In the research community, "4D" is a commonly used term to differentiate from work on static 3D objects and environments, especially in recent years since the advent of NeRF.
The term "dynamic" has long been used similarly, but sometimes connotes a narrower scope. For example, reconstruction of cloth dynamics from an RGBD sensor, human body motion from a multi-view camera rig, or a scene from video, but assuming that the scene can be decomposed into rigid objects with their individual dynamics and an otherwise static environment. An even narrower related term in this space would be "articulated", such as reconstruction of humans, animals, or objects with moving parts. However, the representations used in prior works typically did not generalize outside their target domains.
So, "4D" has become more common recently to reflect the development of more general representations that can be used to model dynamic objects and environments.

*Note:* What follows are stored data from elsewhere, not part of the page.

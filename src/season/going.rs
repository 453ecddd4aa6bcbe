//! A season under way: day after day what is set, what is decided, and what the pool then does.
//!
//! Methods: `docs/methods.md`, section 8.

use std::sync::Arc;

use chrono::{NaiveDate, NaiveTime};

use crate::intake;
use crate::mix::limits::{self, Before, Check, Moves};
use crate::mix::{Asked, Blend, Day, Setting, checks, groups, release, resolve};
use crate::profile::{Column, Profile};
use crate::rank::Progress;
use crate::river::{self, Figures};
use crate::site::Site;
use crate::units::{DAY_S, say};

use super::ahead::{ahead, forcing};
use super::aims::asking;
use super::decide::{Choice, Chosen, Decision, NoMix, Why};
use super::layers::Layers;
use super::plan::PlanDay;
use super::run::{Ended, Run, SeasonDay, Setup};
use super::set::{Flowing, flowing};
use super::step::day;
use super::strategy::{Wants, changes_on, is_due, set_by, wants};

/// A release this near to none is none, m3/s (choice: round-off of the volume of a large pool).
const NOTHING_M3S: f64 = 1e-6;

/// A season under way.
#[derive(Clone)]
pub(super) struct Going<'a> {
    pub(super) setup: &'a Setup<'a>,
    /// The site under the air of the case, with the outages of the plan and the inflow of the day.
    site: Site,
    groups: Arc<Vec<Vec<usize>>>,
    ahead: Arc<Vec<PlanDay>>,
    layers: Layers,
    /// The first day on which gates may be moved: at once where nobody knows how they stand.
    pub(super) decides: NaiveDate,
    /// What is set, with the flows of the day it was decided.
    asked: Option<Asked>,
    /// Temperature of the last release, C.
    last_c: Option<f64>,
    /// Whether what arrives at the points is wanted.
    to_the_points: bool,
    /// Whether a decision was due on a day without a release.
    overdue: bool,
    pub(super) run: Run,
}

/// A day before anything is decided.
#[derive(Clone)]
pub(super) struct Morning {
    plan: PlanDay,
    release_m3s: f64,
    profile: Profile,
    /// What is set, as it would flow today, and the first limit it breaks.
    held: Option<(Flowing, Option<Check>)>,
}

impl Morning {
    /// The day.
    pub(super) fn date(&self) -> NaiveDate {
        self.plan.date
    }

    /// Whether nothing is to be released.
    fn is_closed(&self) -> bool {
        self.release_m3s <= 0.0
    }
}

If you'd like to find related work, I'd recommend searching in conjunction with a conference name to start, e.g. "4D CVPR" or "4D NeurIPS", and then digging into webpages of specific researchers or lab groups. Here are a couple interesting related works I found:
All that considered, "4D dynamical worlds" does feel like buzzword salad, even if the intended audience is the research community, for two main reasons. First, it's as if some authors with a background in physics simulation wanted to reference "dynamical systems", but none of the prior work in 4D reconstruction/generation uses "dynamical", they use "dynamic". Second, as described above, the whole point of "4D" is that it's more general than "dynamic", using both is redundant. So, "4D worlds" would be more appropriate IMO.

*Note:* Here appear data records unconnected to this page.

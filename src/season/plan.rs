//! The plan of a season: pool or release, inflow and its water, outages; raw as read and checked.
//!
//! Methods: `docs/methods.md`, section 8.

mod outages;
mod rows;
mod volume;

use chrono::NaiveDate;

use crate::mix::Gate;
use crate::problem::{Problem, any_refused};
use crate::site::{Outage, Site};
use crate::units::say;

/// One row as read, SI.
#[derive(Debug, Clone, Default, PartialEq)]
pub struct RawPlanRow {
    /// Line of the file.
    pub line: usize,
    /// Whether a cell of it could not be read, which is told already.
    pub unread: bool,
    /// Date.
    pub date: Option<NaiveDate>,
    /// Pool at the end of the day, m.
    pub pool_m: Option<f64>,
    /// Required release, m3/s.
    pub release_m3s: Option<f64>,
    /// Inflow, m3/s.
    pub inflow_m3s: Option<f64>,
    /// Its temperature, C.
    pub inflow_c: Option<f64>,
    /// Its oxygen, mg/L.
    pub inflow_mg_l: Option<f64>,
    /// Its dissolved solids, mg/L.
    pub inflow_solids_mg_l: Option<f64>,
    /// Its suspended solids, mg/L.
    pub inflow_suspended_mg_l: Option<f64>,
}

/// A plan as read.
#[derive(Debug, Clone, Default, PartialEq)]
pub struct RawPlan {
    /// File as shown.
    pub file: String,
    /// `# name:`.
    pub name: Option<String>,
    /// `# outage: N2, 2026-09-01, 2026-10-15, hoist repair`, each with its line.
    pub outages: Vec<(usize, String)>,
    /// Whether it has a column of pools.
    pub by_pool: bool,
    /// Whether it has a column of releases, which then rules over one of pools.
    pub by_release: bool,
    /// Rows in the order of the file.
    pub rows: Vec<RawPlanRow>,
}

/// One day of a checked plan.
#[derive(Debug, Clone, Copy, PartialEq)]
pub struct PlanDay {
    /// Date.
    pub date: NaiveDate,
    /// Pool at its end, m, where the plan goes by the pool.
    pub pool_m: Option<f64>,
    /// Release, m3/s, where the plan goes by the release.
    pub release_m3s: Option<f64>,
    /// Inflow, m3/s.
    pub inflow_m3s: f64,
    /// Its temperature, C.
    pub inflow_c: f64,
    /// Its oxygen, mg/L; `None`: at saturation.
    pub inflow_mg_l: Option<f64>,
    /// Its dissolved solids, g/kg; `None`: those of the surface of the pool.
    pub inflow_salt_g_per_kg: Option<f64>,
    /// Its suspended solids, mg/L; `None`: those of the surface of the pool.
    pub inflow_suspended_mg_l: Option<f64>,
}

/// A checked plan: every day between its first and its last row.
#[derive(Debug, Clone, PartialEq)]
pub struct Plan {
    /// Name.
    pub name: String,
    /// File as shown.
    pub file: String,
    /// Days, one after the other.
    pub days: Vec<PlanDay>,
    /// Outages beside those of the site.
    pub outages: Vec<Outage>,
    /// Notes and flags on it.
    pub notes: Vec<Problem>,
}

/// A gate schedule: from each date on, what is set.
#[derive(Debug, Clone, PartialEq)]
pub struct Schedule {
    /// File as shown.
    pub file: String,
    /// By date, rising: gates with their flows, which are scaled to the release of the day.
    pub changes: Vec<(NaiveDate, Vec<Gate>)>,
}

impl Schedule {
    /// What one of a file is called where strategies are named.
    pub fn called(file: &str) -> String {
        format!("schedule {}", stem(file))
    }
}

impl Plan {
    /// Checks a raw plan against its site. The list holds every refusal, flag and note; `None` when any refuses.
    pub fn check(raw: &RawPlan, site: &Site) -> (Option<Self>, Vec<Problem>) {
        let mut problems = Vec::new();
        let outages = outages::outages(raw, site, &mut problems);
        rows::rows(raw, site, &mut problems);
        let days = rows::days(raw);
        volume::limits(raw, site, &mut problems);
        if raw.by_release && raw.by_pool && !any_refused(&problems) {
            volume::follows(raw, &days, site, &mut problems);
        }
        problems.sort_by_key(|p| p.place.line.unwrap_or(0));
        for problem in &mut problems {
            problem.place.file.get_or_insert_with(|| raw.file.clone());
        }
        if any_refused(&problems) || days.is_empty() {
            return (None, problems);
        }
        let plan = Self {
            name: raw.name.clone().unwrap_or_else(|| stem(&raw.file).to_owned()),
            file: raw.file.clone(),
            days,
            outages,
            notes: problems.clone(),
        };
        (Some(plan), problems)
    }

    /// Flags a plan by the release whose flows bring the pool above full, from the pool (m) of a date on.
    pub fn above_full(&self, site: &Site, from: NaiveDate, pool_m: f64) -> Option<Problem> {
        let (on, most_m3) = volume::above_full(&self.days, site, from, pool_m)?;
        let words = format!(
            "from the pool of {from}, {}, its flows bring the pool above full {} on {on}, with {} too much at most: it \
             spills, or the inflow is too large",
            say::m(pool_m, 2),
            say::m(site.pool.full_m, 2),
            say::m3(most_m3, 0)
        );
        let cure = "correct the inflow or the release where no spill is meant";
        Some(Problem::flag("plan-above-full", words, cure).in_file(&self.file))
    }

    /// The first and the last day.
    pub fn span(&self) -> Option<(NaiveDate, NaiveDate)> {
        Some((self.days.first()?.date, self.days.last()?.date))
    }
}

/// The last part of a path without its ending.
fn stem(file: &str) -> &str {
    let base = file.rsplit(['/', '\\']).next().unwrap_or(file);
    base.rsplit_once('.').map_or(base, |(stem, _)| stem)
}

Its a feature of that field of science. I'm currently working in a lab that is doing bunch of things that in papers are described $adjective-AI. In practice its just a slightly hyped, but vaguely agreed upon by consensus in weird science paper english term, or set of terms. (in the same way that guassian splats and totally just point clouds with efficient alpha blending[only slightly more complex, please don't just take my word for it])
You probably understand what this term is meant to describe, but to spell it out gives a bit of insight into _why_ its got such a shite name.
o "4d": because its doing things over time. Normally thats a static scene with a camera flying through it (3D). when you have stuff other than the camera moving, you get an extra dimension, hence 4D.
o "dynamical" (god I hate this) dynamic means that objects in the video are moving around. So you can just used the multiple camera locations to build up a single view of an object or room, you need to account for movement of things in the scene.
o "worlds" to highlight that its not just one room being re-used over and over, its a generator (well its not, but thats for another post) of diverse scenes that can represent many locations around the world.
> Genesis's physics engine is developed in pure Python, while being 10-80x faster than existing GPU-accelerated stacks like Isaac Gym and MJX. ... Nvidia brought GPU acceleration to robotic simulation, speeding up simulation speed by more than one order of magnitude compared to CPU-based simulation. ... Genesis pushes up this speed by another order of magnitude.
I can believe that setting up some kind of compute pipeline in a high level language such as Python could be fast, but the marketing materials aren't explaining any of the "how", if it's real it must be GPU-accelerated, but they almost imply that it isn't. Looks neat, hope it works great!